Ilustrasi leptospirosis, - JIBI
19 Mei 2019 14:12 WIB Rahmat Jiwandono Gunungkidul Share :

Harianjogja.com, GUNUNGKIDUL—Seorang warga di Kecamatan Gedangsari meninggal dunia akibat leptospirosis belum lama ini. Berdasarkan data Dinas Kesehatan (Dinkes) Gunungkidul, lima wilayah kecamatan di Bumi Handayani masing-masing Gedangsari, Ngawen, Patuk, Nglipar, dan Semin merupakan kawasan rawan penyebaran leptosiprosis.

Sekretaris Dinas (Sekdin) Kesehatan Gunungkidul, Priyanta Madya Satmaka, mengatakan leptospirosis merupakan penyakit yang dipicu oleh bakteri leptospira interrogans yang disebarkan melalui urine atau darah hewan pengerat yang terinfeksi bakteri ini seperti tikus. Menurutnya, beberapa kasus korban meninggal di Gunungkidul terjadi karena penanganan korban yang terlambat. "Selain itu minimnya peralatan di fasilitas kesehatan pertama menjadi kendala penanganan pasien secara cepat," kata dia kepada Harian Jogja, Minggu (19/5/2019).

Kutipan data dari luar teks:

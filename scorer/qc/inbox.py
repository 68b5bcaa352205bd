"""The inbox: find new image files, read what they say about themselves, group them into sessions.

A *session* is the set of one detector's phantom images taken on one day with the same
acquisition settings (kVp, anode, filter): the unit that is scored together and trended.
Files that cannot be scored (unreadable, not an image, processed FOR PRESENTATION, of a
detector the configuration does not know, without an acquisition date) are rejected with a
one-line reason; :func:`quarantine_file` moves them aside with the reason beside them.
"""

from __future__ import annotations

import errno
import os
import shutil
import stat
import tempfile
from collections.abc import Sequence
from dataclasses import dataclass, field
from pathlib import Path

from scorer.errors import LimenError
from scorer.files import PathArg, atomic_write_text
from scorer.qc.config import NightlyConfig
from scorer.qc.faults import fault_point
from scorer.workflow.headers import read_acquisition_extras, read_image_metadata

REASON_SUFFIX = ".reason.txt"


@dataclass
class InboxImage:
    """A readable phantom image of a known detector, waiting to be scored."""

    path: str
    sha256: str
    detector: str
    session_date: str  # YYYY-MM-DD
    acquired: str | None = None  # ISO 8601
    detector_id: str | None = None
    device_serial: str | None = None
    station_name: str | None = None
    kvp: float | None = None
    exposure_uas: float | None = None
    anode: str | None = None
    filter: str | None = None
    flags: list[str] = field(default_factory=list)

    @property
    def group_key(self) -> str:
        """Detector, day and settings: images with the same key belong to one session."""
        kvp = "?" if self.kvp is None else f"{self.kvp:g}"
        return f"{self.detector}|{self.session_date}|{kvp} kV|{self.anode or '?'}/{self.filter or '?'}"


@dataclass
class Rejected:
    """A file that cannot be scored, and why (one line)."""

    path: str
    sha256: str | None
    reason: str


def list_files(inbox: Path, exclude: Sequence[Path] = ()) -> list[Path]:
    """Every regular file under ``inbox`` (recursively, sorted), skipping hidden files and ``exclude`` folders.

    Entries that are not regular files, or cannot be used as they are, are left out; :func:`scan_entries`
    also says which and why.
    """
    return [f for f, _ in scan_entries(inbox, exclude)[0]]


@dataclass
class Skipped:
    """An inbox entry left where it is, and why (one line): said once per path and kind (see DEVELOPERS.md)."""

    key: str  # the file-cache key: the path, its undecodable bytes escaped
    kind: str  # what is wrong, short: the file-cache marker is "!" + kind
    reason: str
    size: int = 0
    mtime_ns: str = "0"

    @property
    def marker(self) -> str:
        return "!" + self.kind


#: the longest path the nightly database stores (the file cache's key column)
MAX_PATH_CHARS = 1024

_NOT_REGULAR = (
    (stat.S_ISFIFO, "fifo", "a named pipe (FIFO), not a regular file: skipped"),
    (stat.S_ISSOCK, "socket", "a socket, not a regular file: skipped"),
    (stat.S_ISCHR, "device", "a character device, not a regular file: skipped"),
    (stat.S_ISBLK, "device", "a block device, not a regular file: skipped"),
)


def path_text(path: str | bytes | os.PathLike[str] | os.PathLike[bytes]) -> str:
    """``path`` as text that can be printed and stored: bytes that are not UTF-8 shown as ``\\xNN``."""
    return os.fsencode(os.fspath(path)).decode("utf-8", "backslashreplace")


def _stamp(st: os.stat_result | None) -> tuple[int, str]:
    return (int(st.st_size), str(st.st_mtime_ns)) if st is not None else (0, "0")


def classify(path: Path) -> tuple[os.stat_result | None, Skipped | None]:
    """``(stat, None)`` for a regular file the scan can read by name, else ``(lstat or None, Skipped)``.

    Never opens the file: a named pipe is recognised from its mode, so the scan cannot block on one.
    """
    key = path_text(path)
    try:
        lst = os.lstat(path)
    except FileNotFoundError:
        return None, None  # gone meanwhile (another run's quarantine)
    except OSError as exc:
        return None, Skipped(key, "unreadable", f"cannot be examined ({exc.strerror or exc}): skipped")
    size, mtime = _stamp(lst)
    if key != str(path):
        return lst, Skipped(key, "name", "file name is not valid UTF-8: rename the file to have it scored", size, mtime)
    if len(key) > MAX_PATH_CHARS:
        return lst, Skipped(
            key[:200] + "…", "name", f"path longer than {MAX_PATH_CHARS} characters: move it higher up", size, mtime
        )
    try:
        st = os.stat(path)
    except FileNotFoundError:
        if not stat.S_ISLNK(lst.st_mode):
            return None, None  # gone meanwhile
        try:
            target = os.readlink(path)
        except OSError:
            target = "?"
        return lst, Skipped(
            key, "dangling", f"symbolic link to {path_text(target)!r}, which does not exist: skipped", size, mtime
        )
    except OSError as exc:
        if exc.errno == errno.ELOOP:
            return lst, Skipped(key, "loop", "symbolic link loop (the link leads back to itself): skipped", size, mtime)
        return lst, Skipped(key, "unreadable", f"cannot be examined ({exc.strerror or exc}): skipped", size, mtime)
    for test, kind, reason in _NOT_REGULAR:
        if test(st.st_mode):
            return st, Skipped(key, kind, reason, *_stamp(st))
    if stat.S_ISDIR(st.st_mode):
        return st, Skipped(
            key, "folder-link", "symbolic link to a folder: not followed (scan that folder itself)", size, mtime
        )
    return st, None


def scan_entries(inbox: Path, exclude: Sequence[Path] = ()) -> tuple[list[tuple[Path, os.stat_result]], list[Skipped]]:
    """The regular files under ``inbox`` with their ``stat`` (recursively, sorted; hidden names and ``exclude``
    folders skipped), and the entries left out with the reason: named pipes, sockets and devices (never opened),
    dangling links, link loops, links to folders, names that are not UTF-8, folders that cannot be listed."""
    inbox = Path(inbox)
    if not inbox.is_dir():
        raise LimenError("inbox is not a folder", inbox)
    skip = {Path(p).resolve() for p in exclude}
    out: list[tuple[Path, os.stat_result]] = []
    skipped: list[Skipped] = []

    def unlistable(exc: OSError) -> None:
        reason = f"folder cannot be read ({exc.strerror or exc}): not scanned"
        skipped.append(Skipped(path_text(exc.filename), "unlistable", reason))

    for root, dirs, files in os.walk(inbox, onerror=unlistable):
        r = Path(root)
        keep = []
        for d in sorted(dirs):
            if d.startswith(".") or (r / d).resolve() in skip:
                continue
            if os.path.islink(r / d):
                skipped.append(classify(r / d)[1] or Skipped(path_text(r / d), "folder-link", "not followed"))
            else:
                keep.append(d)
        dirs[:] = keep
        for f in sorted(files):
            if f.startswith(".") or f.endswith(REASON_SUFFIX):
                continue
            st, problem = classify(r / f)
            if problem is not None:
                skipped.append(problem)
            elif st is not None:
                out.append((r / f, st))
    return out, skipped


def check_inbox(inbox: PathArg, quarantine_dir: PathArg | None = None) -> tuple[Path, Path]:
    """``(inbox, quarantine folder)`` checked before a nightly run does anything, or a one-line LimenError.

    The inbox must be a folder whose path is UTF-8 text (the database stores paths as text); the quarantine
    folder (``--quarantine``, default ``INBOX/quarantine``) is created when missing and must take a file, so a
    regular file named ``quarantine`` in the inbox, or a folder the run cannot write, stops the run at once
    rather than on the first unusable file.
    """
    inbox = Path(inbox)
    if not inbox.is_dir():
        raise LimenError("inbox is not a folder", inbox)
    if path_text(inbox.resolve()) != str(inbox.resolve()):
        raise LimenError("the inbox's path is not valid UTF-8: rename the folder", path_text(inbox))
    if quarantine_dir is None:
        return inbox, prepare_quarantine(inbox / "quarantine", given=False)
    return inbox, prepare_quarantine(quarantine_dir, given=True)


def prepare_quarantine(quarantine_dir: PathArg, given: bool) -> Path:
    """The quarantine folder, created if missing and checked writable (a file made and removed), or a one-line
    LimenError naming it."""
    qdir = Path(quarantine_dir)
    shown = path_text(qdir)
    what = "--quarantine" if given else "INBOX/quarantine (where unusable files are moved)"
    if shown != str(qdir) or path_text(qdir.resolve()) != str(qdir.resolve()):
        raise LimenError(f"{what}: the path is not valid UTF-8", shown)
    if qdir.exists() and not qdir.is_dir():
        hint = "" if given else "; move this file away or give --quarantine"
        raise LimenError(f"{what} is a file, not a folder{hint}", shown)
    try:
        qdir.mkdir(parents=True, exist_ok=True)
        with tempfile.NamedTemporaryFile(dir=qdir, prefix=".limen-write-test-"):
            pass
    except OSError as exc:
        raise LimenError(f"{what}: cannot write in this folder ({exc.strerror or exc})", shown) from None
    return qdir


def examine(path: PathArg, sha256: str, config: NightlyConfig) -> InboxImage | Rejected:
    """Place one file in its session, or say in one line why it cannot be used.

    A DICOM file whose header is sound (pixel data present, as long as the file) is placed from
    its header alone: decoding is left to the scoring workers, where a file that still fails is
    quarantined and its session re-formed.  Anything else is read fully
    (:func:`scorer.workflow.read_image_metadata`), whose error names the problem.
    """
    path = Path(path)
    try:
        md = read_image_metadata(path)
    except LimenError as exc:
        return Rejected(str(path), sha256, _strip(str(exc), path))
    if md.presentation_intent == "FOR PRESENTATION":
        return Rejected(
            str(path),
            sha256,
            "FOR PRESENTATION image: processed for display, its pixel values are "
            "not linear in air kerma (export the FOR PROCESSING image)",
        )
    if md.file_format != "dicom":
        return Rejected(
            str(path),
            sha256,
            f"unknown detector: a {md.file_format.upper()} file carries no detector "
            "identification (nightly scoring reads DICOM)",
        )
    det = config.detector_for(md.detector_id, md.device_serial, md.station_name)
    if det is None:
        ids = (
            ", ".join(
                f"{k} {v!r}"
                for k, v in (
                    ("Detector ID", md.detector_id),
                    ("Device Serial Number", md.device_serial),
                    ("Station Name", md.station_name),
                )
                if v
            )
            or "no identifier"
        )
        return Rejected(str(path), sha256, f"unknown detector ({ids}): not in the nightly configuration")
    extra = read_acquisition_extras(path)
    date = (md.acquisition_datetime or "")[:10] or extra.get("content_date")
    if not date or len(date) != 10:
        return Rejected(
            str(path),
            sha256,
            "no acquisition date (Acquisition DateTime, Acquisition Date or "
            "Content Date): cannot tell which session the image belongs to",
        )
    kvp = None if md.kvp is None else round(float(md.kvp), 1)
    img = InboxImage(
        path=str(path),
        sha256=sha256,
        detector=det.name,
        session_date=date,
        acquired=md.acquisition_datetime,
        detector_id=md.detector_id,
        device_serial=md.device_serial,
        station_name=md.station_name,
        kvp=kvp,
        exposure_uas=md.exposure_uas,
        anode=extra.get("anode"),
        filter=extra.get("filter"),
    )
    img.flags = det.expected.check(img.kvp, img.anode, img.filter, img.exposure_uas)
    return img


def _strip(message: str, path: Path) -> str:
    prefix = f"{path}: "
    return message[len(prefix) :] if message.startswith(prefix) else message


def quarantine_file(path: PathArg, quarantine_dir: PathArg, reason: str) -> Path | None:
    """Move ``path`` into ``quarantine_dir`` with ``<name>.reason.txt`` (one line) beside it.

    The reason is written first, then the file is moved, so a run killed in between leaves the
    file in the inbox (quarantined again next run), never a quarantined file without a reason.
    Returns the new path, or None when the file had gone already (another run moved it).
    """
    path, qdir = Path(path), Path(quarantine_dir)
    qdir.mkdir(parents=True, exist_ok=True)
    dest = qdir / path.name
    n = 1
    while dest.exists():
        dest = qdir / f"{path.stem}-{n}{path.suffix}"
        n += 1
    note = dest.with_name(dest.name + REASON_SUFFIX)
    atomic_write_text(note, " ".join(reason.split()) + "\n")
    fault_point("quarantine")
    try:
        shutil.move(str(path), str(dest))
    except FileNotFoundError:
        # another run moved it first; when it moved it to the same name, the reason file is that run's (the same
        # reason), so it stays — removing it left a quarantined file without its reason
        if not dest.exists():
            note.unlink(missing_ok=True)
        return None
    return dest
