"""Alerts on their way out: claimed in the database before they are mailed, and remembered as reported.

* **Mailing.** A run claims the pending alerts (control-rule alerts and missing-QC alerts not yet e-mailed)
  by compare-and-set of a random token, ``UPDATE … SET mail_token = :t WHERE emailed_at IS NULL AND
  (mail_token IS NULL OR mail_claimed_at < :stale)``, then mails exactly the rows carrying its token: two
  overlapping runs never send one alert twice.  After the SMTP server accepted the message the rows get
  ``emailed_at``; when it did not (an outage) the claim is dropped and the next run sends them, marked late.
  A run killed between claim and send leaves a claim that is taken over after ``MAIL_LEASE``.
* **Reporting.** An alert is *reported* once a run that printed it finished (its trend report written).  A
  run killed before that leaves the alert unreported, and the next run lists it and exits 1 again, so the
  night's alert status is never lost to a crash.
"""

from __future__ import annotations

import datetime as _dt
import secrets

from sqlalchemy import or_, select, update

from scorer.qc.tables import AlertRow, MissingQcRow, utcnow

MAIL_LEASE = _dt.timedelta(minutes=10)


def _alert(a: AlertRow) -> dict:
    return {
        "id": a.id,
        "kind": "alert",
        "session_id": a.session_id,
        "detector": a.detector,
        "session_date": a.session_date,
        "method": a.method,
        "diameter_mm": a.diameter_mm,
        "rule": a.rule,
        "direction": a.direction,
        "value": a.value,
        "reference": a.reference,
        "message": a.message,
        "created_at": a.created_at,
    }


def _missing(m: MissingQcRow) -> dict:
    return {
        "id": m.id,
        "kind": m.kind,
        "detector": m.detector,
        "session_date": m.session_date,
        "rule": f"missing: {m.kind}",
        "direction": "missing",
        "diameter_mm": None,
        "value": None,
        "reference": None,
        "message": m.message,
        "created_at": m.created_at,
    }


class OutboxOps:
    """Claiming alerts for mail and remembering which were reported (mixed into :class:`Store`)."""

    def claim_for_mail(self) -> tuple[str, list[dict]]:
        """(token, the pending alerts this run now holds: control-rule alerts first, then missing QC)."""
        token = secrets.token_hex(16)
        now = utcnow()
        stale = now - MAIL_LEASE
        out = []
        with self.transaction() as s:
            for table, conv in ((AlertRow, _alert), (MissingQcRow, _missing)):
                s.execute(
                    update(table)
                    .where(
                        table.emailed_at.is_(None),
                        or_(table.mail_token.is_(None), table.mail_claimed_at < stale),
                    )
                    .values(mail_token=token, mail_claimed_at=now)
                )
                out += [conv(r) for r in s.scalars(select(table).where(table.mail_token == token).order_by(table.id))]
        return token, out

    def mail_done(self, token: str, sent: bool) -> None:
        """After the send: mark the token's rows e-mailed, or drop the claim so the next run retries."""
        with self.transaction() as s:
            for table in (AlertRow, MissingQcRow):
                values = {"emailed_at": utcnow()} if sent else {"mail_token": None, "mail_claimed_at": None}
                s.execute(update(table).where(table.mail_token == token, table.emailed_at.is_(None)).values(**values))

    def unreported(self) -> list[dict]:
        """Alerts no finished run has reported (a run killed before its report was written)."""
        with self.transaction() as s:
            return [_alert(r) for r in s.scalars(select(AlertRow).where(AlertRow.reported_at.is_(None)))] + [
                _missing(r) for r in s.scalars(select(MissingQcRow).where(MissingQcRow.reported_at.is_(None)))
            ]

    def mark_reported(self, alert_ids, missing_ids) -> None:
        now = utcnow()
        with self.transaction() as s:
            if alert_ids:
                s.execute(update(AlertRow).where(AlertRow.id.in_(list(alert_ids))).values(reported_at=now))
            if missing_ids:
                s.execute(update(MissingQcRow).where(MissingQcRow.id.in_(list(missing_ids))).values(reported_at=now))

Untuk mengantisipasi bertambahnya korban, Priyanta menganjurkan agar pasien yang terkena leptospirosis segera diobservasi dan secepatnya dirujuk ke rumah sakit yang mempunyai fasilitas cuci darah. "Tindakan cuci darah perlu segera dilakukan karena penyakit ini menyerang ginjal," katanya.

Dia menjelaskan bakteri leptospirosis tidak hanya menular melalui kencing tikus, tetapi bisa ditularkan sapi maupun kucing yang positif terjangkit penyakit tersebut. Adapun orang yang rentan terkena penyakit tersebut ialah petani yang pergi ke ladang sebelum matahari terbit.

"Untuk menghindari agar tidak terkena leptospirosis sebaiknya pergi ke ladang setelah Matahari terbit sebab bakteri yang ada dalam kencing tikus akan mati kalau kena sinar Matahari," katanya.